▶ DATA UNDER STUDY:
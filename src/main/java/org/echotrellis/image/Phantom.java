package org.echotrellis.image;

import java.util.ArrayList;
import java.util.LinkedHashMap;
import java.util.List;
import java.util.Map;
import java.util.TreeSet;
import org.echotrellis.InputException;

/**
 * A 2-D phantom: every pixel belongs to one tissue (an index into a tissue list) or to none (−1,
 * no signal). Rows run along the phase-encoding direction, columns along the read-out; pixel
 * (row y, column x) is element y·cols + x. Immutable; arrays are copied.
 *
 * @param rows number of rows (phase-encoding direction)
 * @param cols number of columns (read-out direction)
 * @param region tissue index of every pixel, or −1
 * @param description a short description for captions
 */
public record Phantom(int rows, int cols, int[] region, String description) {
    /**
     * Validates and copies.
     *
     * @param rows number of rows (phase-encoding direction)
     * @param cols number of columns (read-out direction)
     * @param region tissue index of every pixel, or −1
     * @param description a short description for captions
     * @throws IllegalArgumentException if a side is below 1 or {@code region} does not hold rows × cols
     *         pixels
     */
    public Phantom {
        if (rows < 1 || cols < 1 || region.length != rows * cols) {
            throw new IllegalArgumentException("phantom of " + rows + " x " + cols + " needs " + rows * cols
                    + " pixels, got " + region.length);
        }
        region = region.clone();
    }

    /** @return tissue index of every pixel, or −1 (a copy) */
    @Override
    public int[] region() {
        return region.clone();
    }

    /**
     * The built-in phantom, size × size: discs of five sizes (radii 9 %, 6 %, 4 %, 2.5 % and 1.5 % of
     * the size, the smallest a few pixels across) in one row per disc tissue, on a background.
     * With two or more tissues the background is tissue 0 and row r holds tissue r + 1 (at most
     * four rows; further tissues are left out of the picture). With one tissue the discs are
     * tissue 0 on an empty (no-signal) background.
     *
     * @param size rows and columns (the number of phase-encoding lines)
     * @param tissues number of tissues available (≥ 1)
     * @return the phantom
     */
    public static Phantom builtin(int size, int tissues) {
        int background = tissues >= 2 ? 0 : -1;
        int rowCount = tissues >= 2 ? Math.min(4, tissues - 1) : 1;
        double[] radii = {0.09, 0.06, 0.04, 0.025, 0.015};
        int[] region = new int[size * size];
        java.util.Arrays.fill(region, background);
        for (int r = 0; r < rowCount; r++) {
            int tissue = tissues >= 2 ? r + 1 : 0;
            double yc = size * (r + 1.0) / (rowCount + 1.0);
            for (int k = 0; k < radii.length; k++) {
                double xc = size * (k + 0.5) / radii.length;
                double rad = Math.max(0.75, radii[k] * size);
                for (int y = 0; y < size; y++) {
                    for (int x = 0; x < size; x++) {
                        double dy = y + 0.5 - yc;
                        double dx = x + 0.5 - xc;
                        if (dx * dx + dy * dy <= rad * rad) {
                            region[y * size + x] = tissue;
                        }
                    }
                }
            }
        }
        return new Phantom(size, size, region, "built-in: discs of 5 sizes on a background");
    }

    /**
     * A phantom from a label image and a mapping of label values to tissue names.
     *
     * @param rows label-image rows
     * @param cols label-image columns
     * @param labels integer label of every pixel, y·cols + x
     * @param mapping label value → tissue name; labels not in the mapping give no signal
     * @param tissueNames the tissues of the run, in order
     * @param source file name for messages and captions
     * @return the phantom
     * @throws InputException when the mapping names a tissue that is not in the run
     */
    public static Phantom fromLabels(int rows, int cols, int[] labels, Map<Integer, String> mapping,
                                     List<String> tissueNames, String source) {
        Map<Integer, Integer> index = new LinkedHashMap<>();
        for (Map.Entry<Integer, String> e : mapping.entrySet()) {
            int t = tissueNames.indexOf(e.getValue());
            if (t < 0) {
                throw new InputException("label " + e.getKey() + "=" + e.getValue() + ": no tissue of that name; "
                        + "the tissues of this run are " + String.join(", ", tissueNames));
            }
            index.put(e.getKey(), t);
        }
        int[] region = new int[labels.length];
        for (int i = 0; i < labels.length; i++) {
            region[i] = index.getOrDefault(labels[i], -1);
        }
        return new Phantom(rows, cols, region, source);
    }

    /**
     * @param labels label value of every pixel of the label image
     * @param mapping label value to tissue name
     * @return the label values of a label image that a mapping leaves without a tissue, sorted
     */
    public static List<Integer> unmapped(int[] labels, Map<Integer, String> mapping) {
        TreeSet<Integer> out = new TreeSet<>();
        for (int v : labels) {
            if (!mapping.containsKey(v)) {
                out.add(v);
            }
        }
        return new ArrayList<>(out);
    }

    /**
     * Nearest-neighbour resampling to another number of rows, columns scaled by the same factor
     * (at least 1), so that the rows match the number of phase-encoding lines.
     *
     * @param newRows rows wanted
     * @return this phantom when the rows already match, else the resampled phantom
     */
    public Phantom withRows(int newRows) {
        if (newRows == rows) {
            return this;
        }
        int newCols = Math.max(1, (int) Math.round((double) cols * newRows / rows));
        int[] out = new int[newRows * newCols];
        for (int y = 0; y < newRows; y++) {
            int sy = Math.min(rows - 1, (int) ((y + 0.5) * rows / newRows));
            for (int x = 0; x < newCols; x++) {
                int sx = Math.min(cols - 1, (int) ((x + 0.5) * cols / newCols));
                out[y * newCols + x] = region[sy * cols + sx];
            }
        }
        return new Phantom(newRows, newCols, out, description + ", resampled to " + newRows + " x " + newCols);
    }
}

▶ REQUIRED WORK:
Among the lines of these entries, find those that contain "this". Give their number and nothing else.

▶ TASK ANSWER:
3